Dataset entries
= = =
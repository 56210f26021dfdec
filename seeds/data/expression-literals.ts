/**
 * Writes a derived constant into an expression string without relying on exponent notation:
 * 4.37e-20 -> (4.37*10^(-20)). Keeps catalogue expressions in the plain infix syntax while the
 * constants themselves come from server/physics/units.ts rather than being typed twice.
 */
export function literal(x: number): string {
  if (!Number.isFinite(x)) throw new RangeError(`not a finite constant: ${x}`);
  const [mantissa, exponent] = x.toExponential(15).split("e") as [string, string];
  const e = Number(exponent);
  const m = mantissa.replace(/\.?0+$/, "");
  if (e === 0) return x < 0 ? `(${m})` : m;
  return `(${m}*10^(${e}))`;
}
= = =
### EXERCISE OBJECTIVE
Lines from the one containing "if (!Number.isFinite(x)) throw" through the last line of the data above are the only output wanted; restate them exactly.

### OUTPUT BELOW
  if (!Number.isFinite(x)) throw new RangeError(`not a finite constant: ${x}`);
  const [mantissa, exponent] = x.toExponential(15).split("e") as [string, string];
  const e = Number(exponent);
  const m = mantissa.replace(/\.?0+$/, "");
  if (e === 0) return x < 0 ? `(${m})` : m;
  return `(${m}*10^(${e}))`;
}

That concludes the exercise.